* _Your assignment_: An exact, complete copy of the data is all that is needed.

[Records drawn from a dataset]
==================================================

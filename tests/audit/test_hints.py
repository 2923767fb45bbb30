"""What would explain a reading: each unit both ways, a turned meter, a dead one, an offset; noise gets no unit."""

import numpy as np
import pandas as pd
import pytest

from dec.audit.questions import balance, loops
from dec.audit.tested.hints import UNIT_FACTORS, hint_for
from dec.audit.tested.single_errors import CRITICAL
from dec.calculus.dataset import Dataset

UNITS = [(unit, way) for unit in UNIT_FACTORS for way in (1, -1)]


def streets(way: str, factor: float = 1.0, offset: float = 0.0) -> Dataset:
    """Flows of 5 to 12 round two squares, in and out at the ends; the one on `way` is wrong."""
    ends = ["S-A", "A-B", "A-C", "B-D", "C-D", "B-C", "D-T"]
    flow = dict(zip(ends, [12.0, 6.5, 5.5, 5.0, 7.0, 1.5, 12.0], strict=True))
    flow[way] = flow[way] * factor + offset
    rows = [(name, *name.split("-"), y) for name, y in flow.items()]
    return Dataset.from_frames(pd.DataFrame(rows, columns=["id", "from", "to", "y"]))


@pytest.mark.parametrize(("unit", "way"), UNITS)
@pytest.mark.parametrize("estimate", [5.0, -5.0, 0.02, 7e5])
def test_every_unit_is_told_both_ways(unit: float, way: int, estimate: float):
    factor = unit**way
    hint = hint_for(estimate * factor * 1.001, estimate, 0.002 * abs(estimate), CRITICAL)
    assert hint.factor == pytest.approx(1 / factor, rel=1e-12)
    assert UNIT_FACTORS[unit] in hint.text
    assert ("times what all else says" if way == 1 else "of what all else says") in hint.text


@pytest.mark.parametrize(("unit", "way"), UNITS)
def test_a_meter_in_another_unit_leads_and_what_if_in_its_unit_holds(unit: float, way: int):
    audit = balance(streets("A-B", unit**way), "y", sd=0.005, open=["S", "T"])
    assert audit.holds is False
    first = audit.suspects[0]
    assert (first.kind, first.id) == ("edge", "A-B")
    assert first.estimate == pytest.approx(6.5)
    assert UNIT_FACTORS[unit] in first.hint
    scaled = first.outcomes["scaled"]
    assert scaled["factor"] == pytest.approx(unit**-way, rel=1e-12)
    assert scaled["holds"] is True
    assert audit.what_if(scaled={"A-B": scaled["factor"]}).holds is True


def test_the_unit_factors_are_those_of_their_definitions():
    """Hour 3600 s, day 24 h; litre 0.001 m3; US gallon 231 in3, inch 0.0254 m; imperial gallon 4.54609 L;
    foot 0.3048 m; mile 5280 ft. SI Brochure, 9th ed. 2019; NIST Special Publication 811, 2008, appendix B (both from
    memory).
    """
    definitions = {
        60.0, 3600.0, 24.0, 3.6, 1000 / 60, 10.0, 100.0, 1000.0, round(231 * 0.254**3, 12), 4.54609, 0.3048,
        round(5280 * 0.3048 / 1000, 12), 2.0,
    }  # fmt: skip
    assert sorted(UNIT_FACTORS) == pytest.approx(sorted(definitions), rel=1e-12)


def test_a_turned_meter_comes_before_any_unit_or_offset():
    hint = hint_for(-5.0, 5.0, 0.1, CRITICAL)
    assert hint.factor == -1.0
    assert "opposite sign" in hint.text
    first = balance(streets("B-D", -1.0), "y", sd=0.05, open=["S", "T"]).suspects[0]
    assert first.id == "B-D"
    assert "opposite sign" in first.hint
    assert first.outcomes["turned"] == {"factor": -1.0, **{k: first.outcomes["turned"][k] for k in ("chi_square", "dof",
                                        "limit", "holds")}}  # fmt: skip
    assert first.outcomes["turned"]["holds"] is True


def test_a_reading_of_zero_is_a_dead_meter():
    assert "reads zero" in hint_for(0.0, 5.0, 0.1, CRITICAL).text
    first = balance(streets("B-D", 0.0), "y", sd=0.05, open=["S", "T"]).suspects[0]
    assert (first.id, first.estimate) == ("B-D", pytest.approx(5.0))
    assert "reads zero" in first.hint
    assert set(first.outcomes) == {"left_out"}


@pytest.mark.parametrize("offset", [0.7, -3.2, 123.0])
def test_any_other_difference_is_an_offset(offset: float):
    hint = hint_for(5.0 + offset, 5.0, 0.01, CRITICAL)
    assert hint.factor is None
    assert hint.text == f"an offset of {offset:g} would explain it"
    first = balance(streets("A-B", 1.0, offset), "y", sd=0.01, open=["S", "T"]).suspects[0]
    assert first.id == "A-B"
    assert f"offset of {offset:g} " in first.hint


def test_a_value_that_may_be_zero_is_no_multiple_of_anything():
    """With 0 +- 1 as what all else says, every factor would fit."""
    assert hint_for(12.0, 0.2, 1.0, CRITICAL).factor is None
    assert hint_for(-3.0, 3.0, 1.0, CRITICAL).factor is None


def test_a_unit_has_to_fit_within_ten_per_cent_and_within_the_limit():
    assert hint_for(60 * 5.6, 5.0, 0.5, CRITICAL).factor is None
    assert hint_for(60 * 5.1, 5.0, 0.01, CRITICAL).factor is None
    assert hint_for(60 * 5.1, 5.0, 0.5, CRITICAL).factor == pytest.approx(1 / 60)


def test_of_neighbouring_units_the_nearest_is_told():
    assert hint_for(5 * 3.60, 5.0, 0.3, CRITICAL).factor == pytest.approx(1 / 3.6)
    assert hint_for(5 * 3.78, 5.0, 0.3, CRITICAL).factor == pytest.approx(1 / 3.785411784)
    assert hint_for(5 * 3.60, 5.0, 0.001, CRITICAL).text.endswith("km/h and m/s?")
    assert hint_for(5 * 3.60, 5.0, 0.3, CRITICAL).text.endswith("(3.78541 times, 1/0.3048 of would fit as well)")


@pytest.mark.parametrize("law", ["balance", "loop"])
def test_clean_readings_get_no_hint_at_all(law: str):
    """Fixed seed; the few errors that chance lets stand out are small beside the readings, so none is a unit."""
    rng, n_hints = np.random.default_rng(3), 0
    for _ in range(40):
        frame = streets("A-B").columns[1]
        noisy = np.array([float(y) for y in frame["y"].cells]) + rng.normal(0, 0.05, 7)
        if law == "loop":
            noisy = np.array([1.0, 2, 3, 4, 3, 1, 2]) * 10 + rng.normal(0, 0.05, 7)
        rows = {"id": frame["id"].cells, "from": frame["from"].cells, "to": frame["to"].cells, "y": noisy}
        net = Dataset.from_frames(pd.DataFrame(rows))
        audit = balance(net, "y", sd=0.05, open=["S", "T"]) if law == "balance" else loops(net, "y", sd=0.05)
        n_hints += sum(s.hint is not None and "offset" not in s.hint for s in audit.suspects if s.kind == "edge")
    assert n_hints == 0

==================================================

* _Task response_:
filename tests/audit/test_hints.py
repository 2923767fb45bbb30
"""What would explain a reading: each unit both ways, a turned meter, a dead one, an offset; noise gets no unit."""

import numpy as np
import pandas as pd
import pytest

from dec.audit.questions import balance, loops
from dec.audit.tested.hints import UNIT_FACTORS, hint_for
from dec.audit.tested.single_errors import CRITICAL
from dec.calculus.dataset import Dataset

UNITS = [(unit, way) for unit in UNIT_FACTORS for way in (1, -1)]


def streets(way: str, factor: float = 1.0, offset: float = 0.0) -> Dataset:
    """Flows of 5 to 12 round two squares, in and out at the ends; the one on `way` is wrong."""
    ends = ["S-A", "A-B", "A-C", "B-D", "C-D", "B-C", "D-T"]
    flow = dict(zip(ends, [12.0, 6.5, 5.5, 5.0, 7.0, 1.5, 12.0], strict=True))
    flow[way] = flow[way] * factor + offset
    rows = [(name, *name.split("-"), y) for name, y in flow.items()]
    return Dataset.from_frames(pd.DataFrame(rows, columns=["id", "from", "to", "y"]))


@pytest.mark.parametrize(("unit", "way"), UNITS)
@pytest.mark.parametrize("estimate", [5.0, -5.0, 0.02, 7e5])
def test_every_unit_is_told_both_ways(unit: float, way: int, estimate: float):
    factor = unit**way
    hint = hint_for(estimate * factor * 1.001, estimate, 0.002 * abs(estimate), CRITICAL)
    assert hint.factor == pytest.approx(1 / factor, rel=1e-12)
    assert UNIT_FACTORS[unit] in hint.text
    assert ("times what all else says" if way == 1 else "of what all else says") in hint.text


@pytest.mark.parametrize(("unit", "way"), UNITS)
def test_a_meter_in_another_unit_leads_and_what_if_in_its_unit_holds(unit: float, way: int):
    audit = balance(streets("A-B", unit**way), "y", sd=0.005, open=["S", "T"])
    assert audit.holds is False
    first = audit.suspects[0]
    assert (first.kind, first.id) == ("edge", "A-B")
    assert first.estimate == pytest.approx(6.5)
    assert UNIT_FACTORS[unit] in first.hint
    scaled = first.outcomes["scaled"]
    assert scaled["factor"] == pytest.approx(unit**-way, rel=1e-12)
    assert scaled["holds"] is True
    assert audit.what_if(scaled={"A-B": scaled["factor"]}).holds is True


def test_the_unit_factors_are_those_of_their_definitions():
    """Hour 3600 s, day 24 h; litre 0.001 m3; US gallon 231 in3, inch 0.0254 m; imperial gallon 4.54609 L;
    foot 0.3048 m; mile 5280 ft. SI Brochure, 9th ed. 2019; NIST Special Publication 811, 2008, appendix B (both from
    memory).
    """
    definitions = {
        60.0, 3600.0, 24.0, 3.6, 1000 / 60, 10.0, 100.0, 1000.0, round(231 * 0.254**3, 12), 4.54609, 0.3048,
        round(5280 * 0.3048 / 1000, 12), 2.0,
    }  # fmt: skip
    assert sorted(UNIT_FACTORS) == pytest.approx(sorted(definitions), rel=1e-12)


def test_a_turned_meter_comes_before_any_unit_or_offset():
    hint = hint_for(-5.0, 5.0, 0.1, CRITICAL)
    assert hint.factor == -1.0
    assert "opposite sign" in hint.text
    first = balance(streets("B-D", -1.0), "y", sd=0.05, open=["S", "T"]).suspects[0]
    assert first.id == "B-D"
    assert "opposite sign" in first.hint
    assert first.outcomes["turned"] == {"factor": -1.0, **{k: first.outcomes["turned"][k] for k in ("chi_square", "dof",
                                        "limit", "holds")}}  # fmt: skip
    assert first.outcomes["turned"]["holds"] is True


def test_a_reading_of_zero_is_a_dead_meter():
    assert "reads zero" in hint_for(0.0, 5.0, 0.1, CRITICAL).text
    first = balance(streets("B-D", 0.0), "y", sd=0.05, open=["S", "T"]).suspects[0]
    assert (first.id, first.estimate) == ("B-D", pytest.approx(5.0))
    assert "reads zero" in first.hint
    assert set(first.outcomes) == {"left_out"}


@pytest.mark.parametrize("offset", [0.7, -3.2, 123.0])
def test_any_other_difference_is_an_offset(offset: float):
    hint = hint_for(5.0 + offset, 5.0, 0.01, CRITICAL)
    assert hint.factor is None
    assert hint.text == f"an offset of {offset:g} would explain it"
    first = balance(streets("A-B", 1.0, offset), "y", sd=0.01, open=["S", "T"]).suspects[0]
    assert first.id == "A-B"
    assert f"offset of {offset:g} " in first.hint


def test_a_value_that_may_be_zero_is_no_multiple_of_anything():
    """With 0 +- 1 as what all else says, every factor would fit."""
    assert hint_for(12.0, 0.2, 1.0, CRITICAL).factor is None
    assert hint_for(-3.0, 3.0, 1.0, CRITICAL).factor is None


def test_a_unit_has_to_fit_within_ten_per_cent_and_within_the_limit():
    assert hint_for(60 * 5.6, 5.0, 0.5, CRITICAL).factor is None
    assert hint_for(60 * 5.1, 5.0, 0.01, CRITICAL).factor is None
    assert hint_for(60 * 5.1, 5.0, 0.5, CRITICAL).factor == pytest.approx(1 / 60)


def test_of_neighbouring_units_the_nearest_is_told():
    assert hint_for(5 * 3.60, 5.0, 0.3, CRITICAL).factor == pytest.approx(1 / 3.6)
    assert hint_for(5 * 3.78, 5.0, 0.3, CRITICAL).factor == pytest.approx(1 / 3.785411784)
    assert hint_for(5 * 3.60, 5.0, 0.001, CRITICAL).text.endswith("km/h and m/s?")
    assert hint_for(5 * 3.60, 5.0, 0.3, CRITICAL).text.endswith("(3.78541 times, 1/0.3048 of would fit as well)")


@pytest.mark.parametrize("law", ["balance", "loop"])
def test_clean_readings_get_no_hint_at_all(law: str):
    """Fixed seed; the few errors that chance lets stand out are small beside the readings, so none is a unit."""
    rng, n_hints = np.random.default_rng(3), 0
    for _ in range(40):
        frame = streets("A-B").columns[1]
        noisy = np.array([float(y) for y in frame["y"].cells]) + rng.normal(0, 0.05, 7)
        if law == "loop":
            noisy = np.array([1.0, 2, 3, 4, 3, 1, 2]) * 10 + rng.normal(0, 0.05, 7)
        rows = {"id": frame["id"].cells, "from": frame["from"].cells, "to": frame["to"].cells, "y": noisy}
        net = Dataset.from_frames(pd.DataFrame(rows))
        audit = balance(net, "y", sd=0.05, open=["S", "T"]) if law == "balance" else loops(net, "y", sd=0.05)
        n_hints += sum(s.hint is not None and "offset" not in s.hint for s in audit.suspects if s.kind == "edge")
    assert n_hints == 0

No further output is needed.